By Karen Pihl-Carey

Staff Writer

Agouron Pharmaceuticals Inc. and The Immune Response Corp. (IRC) initiated a pivotal trial of Remune (HIV-1 immunogen) in combination with highly active antiretroviral therapy (HAART) to treat HIV infection.

Clinical studies suggest that when combination antiviral drug therapy is accompanied by injections once every three months of Remune, it results in improvements in immunologic markers and virologic markers of the response to HIV.

"Our corporate partner, Agouron, is enthusiastic about the therapy and its potential," said a spokesman for IRC, of Carlsbad, Calif. "That's why they're carrying it forward. The Immune Response Corp. believes in this product and is encouraged and happy that our partner is going forward. We're encouraged that the trial is taking place as soon as it is."

In the pivotal trial, a randomized, double-blind study, researchers hope to determine whether the addition of Remune to a HAART regimen of Viracept (nelfinavir mesylate) and Combivir delays the time to virologic failure.

"We'll have approximately 700 patients that will accrue in this trial and they will all be on Viracept plus Combivir," said Joy Schmitt, a spokeswoman for Agouron, of La Jolla, Calif. After eight weeks, patients who achieve plasma HIV-1 RNA levels less than or equal to 2,000 copies will then receive injections of either Remune or placebo.

"It's basically going to look at the differences in terms of duration of the response below the level of detection," Schmitt told BioWorld Today.

Remune is an inactivated form of HIV lacking its envelope that is combined with a mineral oil-based adjuvant. It is designed to stimulate a patient's immune defenses to keep the virus in check.

The pivotal trial will last 48 weeks and be conducted at sites in North America Europe and Australia. Eligible HIV-infected patients must have plasma HIV-1 RNA levels of greater than or equal to 10,000 copies and no previous exposure to antiretroviral therapy.

Just four months ago, a Phase III trial of Remune was halted upon recommendation of a data safety monitoring board.
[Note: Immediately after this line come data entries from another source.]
// FitLights calibrates a lights model from ramp measurements.
//
// The dark spectrum is the mean of the DarkChannel samples (zero, with a
// warning, when there are none). Each channel's spectrum is the mean of its
// full-drive samples (drive 1) less the dark. The relative output of every
// other sample is the least-squares scale of its spectrum (less the dark)
// against the channel's spectrum, w = ⟨x, S⟩/⟨S, S⟩, with standard error
// σ̂/‖S‖ from the scale fit's residual. The response curve is then fitted
// to the training samples:
//
//   - power: w = d^γ by weighted least squares in logarithms, ln w = γ·ln d,
//     weighted by w² (the inverse variance of ln w when every scale carries
//     the same noise), with the standard error of γ from the weighted
//     residuals; samples with w ≤ 0 are left out with a warning;
//   - monotone: the mean output at each drive level, forced monotone by
//     pooling adjacent violators (isotonic regression) where a dip lies
//     within noise, through (0, 0) and (1, 1) by Fritsch–Butland.
//
// A ramp whose output falls between consecutive drive levels by more than
// three standard errors is an error naming the channel and the drives. A
// channel whose spectrum changes shape with drive (an LED's peak moving)
// gets a warning (see LightsFitOptions.ShapeTol): the model keeps the
// full-drive shape at every drive. The fit report holds, for every channel
// sample, the RMS and largest spectral residual of the model's prediction
// and ΔE00 and Δu′v′ as Scorer.LightDE00 computes them.
//
// Errors name the sample (file and line when RampSample.Where says so):
// no samples, samples on different grids, a drive outside 0–1, a dark
// sample with a drive other than 0, a channel without a full-drive sample,
// a held-out full-drive sample, a channel with no light, too few ramp
// samples for the power law, a non-monotone ramp.
func FitLights(samples []RampSample, opt LightsFitOptions) (*Lights, error) {
	if len(samples) == 0 {
		return nil, errors.New("lights fit: no samples")
	}
	switch opt.Response {
	case "":
		opt.Response = ResponsePower
	case ResponsePower, ResponseMonotone:
	default:
		return nil, fmt.Errorf("lights fit: response %q (want %s or %s)", opt.Response, ResponsePower, ResponseMonotone)
	}
	if !(opt.HoldOut >= 0 && opt.HoldOut <= 0.5) {
		return nil, fmt.Errorf("lights fit: hold-out fraction %g is outside 0–0.5", opt.HoldOut)
	}
	if opt.ShapeTol == 0 {
		opt.ShapeTol = 0.03
	}
	if !(opt.ShapeTol > 0) || math.IsInf(opt.ShapeTol, 0) {
		return nil, fmt.Errorf("lights fit: shape tolerance %g must be positive", opt.ShapeTol)
	}
	if opt.Observer == nil {
		opt.Observer = cie.CIE1931()
	}
	g := samples[0].Spectrum.Grid()
	var warns []string
	var darks []RampSample
	var order []string
	byCh := map[string][]int{}
	for i, s := range samples {
		if s.Spectrum.IsZero() {
			return nil, fmt.Errorf("lights fit: %s: empty spectrum", s.where())
		}
		if !s.Spectrum.Grid().Equal(g) {
			return nil, fmt.Errorf("lights fit: %s: spectrum on %v, but %s is on %v: every measurement must share one grid", s.where(), s.Spectrum.Grid(), samples[0].where(), g)
		}
		if !(s.Drive >= 0 && s.Drive <= 1) {
			return nil, fmt.Errorf("lights fit: %s: drive level %g is outside 0–1", s.where(), s.Drive)
		}
		if strings.EqualFold(strings.TrimSpace(s.Channel), DarkChannel) {
			if s.Drive != 0 {
				return nil, fmt.Errorf("lights fit: %s: a dark measurement has every channel off, but its drive is %g", s.where(), s.Drive)
			}
			darks = append(darks, s)
			continue
		}
		key := strings.ToLower(strings.TrimSpace(s.Channel))
		if key == "" {
			return nil, fmt.Errorf("lights fit: %s: no channel name", s.where())
		}
		if _, ok := byCh[key]; !ok {
			order = append(order, key)
		}
		byCh[key] = append(byCh[key], i)
	}
	if len(order) == 0 {
		return nil, errors.New("lights fit: no channel measurements (only dark samples)")
	}
	n := g.N
	dark := make([]float64, n)
	if len(darks) == 0 {
		warns = append(warns, "no dark measurement: the dark spectrum is taken as zero")
	} else {
		for _, s := range darks {
			for k := range dark {
				dark[k] += s.Spectrum.Value(k) / float64(len(darks))
			}
		}
	}
	heldOut := lightHoldOut(samples, byCh, order, opt.HoldOut)

	type scaled struct {
		idx    int
		w, se  float64
		rr     float64 // squared norm of the scale fit's residual
		duv    float64 // chromaticity shift from the full-drive spectrum
		excess float64 // relative residual beyond noise
	}
	fitObs := opt.Observer
	lw, err := colorimetry.NewLightWeights(fitObs, colorimetry.ComputationGrid(g))
	if err != nil {
		return nil, fmt.Errorf("lights fit: %w", err)
	}
	var channels []LightChannel
	perCh := make([][]scaled, len(order))
	for ci, key := range order {
		idx := byCh[key]
		name := strings.TrimSpace(samples[idx[0]].Channel)
		full := make([]float64, n)
		nFull := 0
		for _, i := range idx {
			s := samples[i]
			if s.Drive != 1 {
				continue
			}
			if s.HeldOut {
				return nil, fmt.Errorf("lights fit: %s: channel %q: the full-drive measurement defines the channel's spectrum and cannot be held out", s.where(), name)
			}
			nFull++
			for k := range full {
				full[k] += s.Spectrum.Value(k)
			}
		}
		if nFull == 0 {
			return nil, fmt.Errorf("lights fit: channel %q: no measurement at full drive (drive 1), which defines the channel's spectrum (first sample %s)", name, samples[idx[0]].where())
		}
		var ss float64
		for k := range full {
			full[k] = full[k]/float64(nFull) - dark[k]
			ss += full[k] * full[k]
		}
		spec, err := colorimetry.NewSpectrumOnGrid(g, full, colorimetry.Options{Interp: colorimetry.InterpLinear, Extrap: colorimetry.ExtrapZero})
		if err != nil {
			return nil, fmt.Errorf("lights fit: channel %q: %w", name, err)
		}
		sc, err := lw.XYZ(spec)
		if err != nil {
			return nil, fmt.Errorf("lights fit: channel %q: %w", name, err)
		}
		if !(sc.Y > 0) || !(ss > 0) {
			return nil, fmt.Errorf("lights fit: channel %q: no light at full drive once the dark is taken off (Y = %g)", name, sc.Y)
		}
		suv, _ := sc.UVPrime()
		for _, i := range idx {
			s := samples[i]
			x := make([]float64, n)
			var xs float64
			for k := range x {
				x[k] = s.Spectrum.Value(k) - dark[k]
				xs += x[k] * full[k]
			}
			a := xs / ss
			var rr float64
			for k := range x {
				r := x[k] - a*full[k]
				rr += r * r
			}
			se := 0.0
			if n > 1 {
				se = math.Sqrt(rr/float64(n-1)) / math.Sqrt(ss)
			}
			sf := scaled{idx: i, w: a, se: se, rr: rr}
			if a > 0 {
				if xsp, err := colorimetry.NewSpectrumOnGrid(g, x, colorimetry.Options{Interp: colorimetry.InterpLinear, Extrap: colorimetry.ExtrapZero}); err == nil {
					if xc, err := lw.XYZ(xsp); err == nil {
						if xuv, err := xc.UVPrime(); err == nil {
							sf.duv = colorimetry.DeltaUVPrime(xuv, suv)
						}
					}
				}
			}
			perCh[ci] = append(perCh[ci], sf)
		}
		// Noise of one measurement, σ̂², from the scale-fit residuals of the
		// low-output samples (w < lightShapeMinOutput, where a change of
		// shape, which grows with the output, adds little): the median of
		// ‖r‖²/(N − 1) over each sample's noise factor. A residual carries
		// the sample's own noise, the full-drive mean's scaled by w and the
		// dark mean's scaled by 1 − w: factor 1 + w²/n_full + (1 − w)²/n_dark.
		nDark := len(darks)
		noiseFactor := func(w float64) float64 {
			f := 1 + w*w/float64(nFull)
			if nDark > 0 {
				f += (1 - w) * (1 - w) / float64(nDark)
			}
			return f
		}
		var low, anyv []float64
		for _, sf := range perCh[ci] {
			if samples[sf.idx].Drive == 1 || n < 2 {
				continue
			}
			v := sf.rr / float64(n-1) / noiseFactor(sf.w)
			anyv = append(anyv, v)
			if sf.w < lightShapeMinOutput {
				low = append(low, v)
			}
		}
		sigma2 := 0.0
		switch {
		case len(low) > 0:
			sigma2 = lightMedian(low)
		case len(anyv) > 0:
			sigma2 = slices.Min(anyv)
		}
		for k, sf := range perCh[ci] {
			if samples[sf.idx].Drive == 1 || !(sf.w > 0) || n < 2 {
				continue
			}
			v, e := sf.rr/float64(n-1), sigma2*noiseFactor(sf.w)
			// Twice the expected variance: a χ² with N − 1 ≥ 30 degrees of
			// freedom stays below that with probability > 0.999, common
			// practice (no source) for a margin over an estimated noise.
			if v > 2*e {
				perCh[ci][k].excess = math.Sqrt(v-e) / (sf.w * math.Sqrt(ss/float64(n)))
			}
		}
		// Training points at drives strictly between 0 and 1.
		var pts []lightPoint
		for _, sf := range perCh[ci] {
			s := samples[sf.idx]
			if heldOut[sf.idx] || s.Drive == 0 || s.Drive == 1 {
				continue
			}
			pts = append(pts, lightPoint{d: s.Drive, w: sf.w, se: sf.se, where: s.where()})
		}
		groups := lightGroup(pts)
		if err := lightCheckMonotone(name, groups); err != nil {
			return nil, fmt.Errorf("lights fit: %w", err)
		}
		var resp LightResponse
		switch opt.Response {
		case ResponsePower:
			var w []string
			resp, w, err = lightFitPower(name, pts, lightCommonMode{sigma2: sigma2, ss: ss, nFull: nFull, nDark: nDark})
			warns = append(warns, w...)
		case ResponseMonotone:
			var w []string
			resp, w, err = lightFitMonotone(name, groups)
			warns = append(warns, w...)
		}
		if err != nil {
			return nil, fmt.Errorf("lights fit: %w", err)
		}
		// Shape change with drive.
		worst := -1
		for k, sf := range perCh[ci] {
			if sf.w >= lightShapeMinOutput && sf.excess > opt.ShapeTol && (worst < 0 || sf.excess > perCh[ci][worst].excess) {
				worst = k
			}
		}
		if worst >= 0 {
			sf := perCh[ci][worst]
			warns = append(warns, fmt.Sprintf("channel %s: the spectrum changes shape with drive (scale-fit residual beyond noise %.1f%% of the signal at drive %g, Δu′v′ %.4f from the full-drive colour; %s): the model keeps the full-drive shape at every drive",
				name, 100*sf.excess, samples[sf.idx].Drive, sf.duv, samples[sf.idx].where()))
		}
		channels = append(channels, LightChannel{Name: name, Spectrum: spec, Response: resp})
	}
	var darkSpec colorimetry.Spectrum
	if len(darks) > 0 {
		if darkSpec, err = colorimetry.NewSpectrumOnGrid(g, dark, colorimetry.Options{Interp: colorimetry.InterpLinear, Extrap: colorimetry.ExtrapZero}); err != nil {
			return nil, fmt.Errorf("lights fit: dark spectrum: %w", err)
		}
	}
	m, err := NewLights(channels, darkSpec, opt.Absolute)
	if err != nil {
		return nil, fmt.Errorf("lights fit: %w", err)
	}

	// Fit report: every channel sample against the model's prediction.
	sc := NewScorer(fitObs, cie.E(), "E (lights: equal-energy white)")
	var fits []SampleFit
	for ci := range order {
		for _, sf := range perCh[ci] {
			s := samples[sf.idx]
			w := make([]float64, m.Len())
			w[ci] = m.resp[ci].Output(s.Drive)
			pred, err := m.spectrumOf(w, colorimetry.Spectrum{})
			if err != nil {
				return nil, fmt.Errorf("lights fit: %s: %w", s.where(), err)
			}
			rms, maxAbs, err := Residual(s.Spectrum, pred)
			if err != nil {
				return nil, fmt.Errorf("lights fit: %s: %w", s.where(), err)
			}
			de, duv, err := sc.LightDE00(s.Spectrum, pred)
			if err != nil {
				warns = append(warns, fmt.Sprintf("%s: sample %q left out of the report: %v", s.where(), s.Name, err))
				continue
			}
			fits = append(fits, SampleFit{Name: s.Name, HeldOut: heldOut[sf.idx], RMS: rms, MaxAbs: maxAbs, DE00: de, DeltaUVPrime: &duv})
		}
	}
	for ci := range order {
		for _, sf := range perCh[ci] {
			s := samples[sf.idx]
			m.ramps = append(m.ramps, RampFit{Name: s.Name, Channel: m.names[ci], Drive: s.Drive, HeldOut: heldOut[sf.idx],
				Measured: sf.w, StdErr: sf.se, Predicted: m.resp[ci].Output(s.Drive), Where: s.Where})
		}
	}
	rep := NewFitReport(fits, sc.Illuminant(), sc.Observer())
	rep.Warnings = append(rep.Warnings, warns...)
	m.report = &rep
	return m, nil
}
The 2,500-patient, placebo-controlled study tracked the ability of Remune to slow disease progression by tracking the clinical endpoints of a diagnosis of AIDS or death. (See BioWorld Today, May 18, 1999, p. 1.)

"The endpoints we were looking at were no longer the standard of which we needed to be judged," the IRC spokesman said. "Now the standard is viral load. Can Remune have an impact, a significant impact, on viral load?"

In January, Warner-Lambert Co., of Morris Plains, N.J., purchased Agouron for $2.1 billion, just six months after Immune Response and Agouron signed a $77 million pact to develop Remune. (See BioWorld Today, Jan. 27, 1999, p. 1; and June 12, 1998, p. 1.)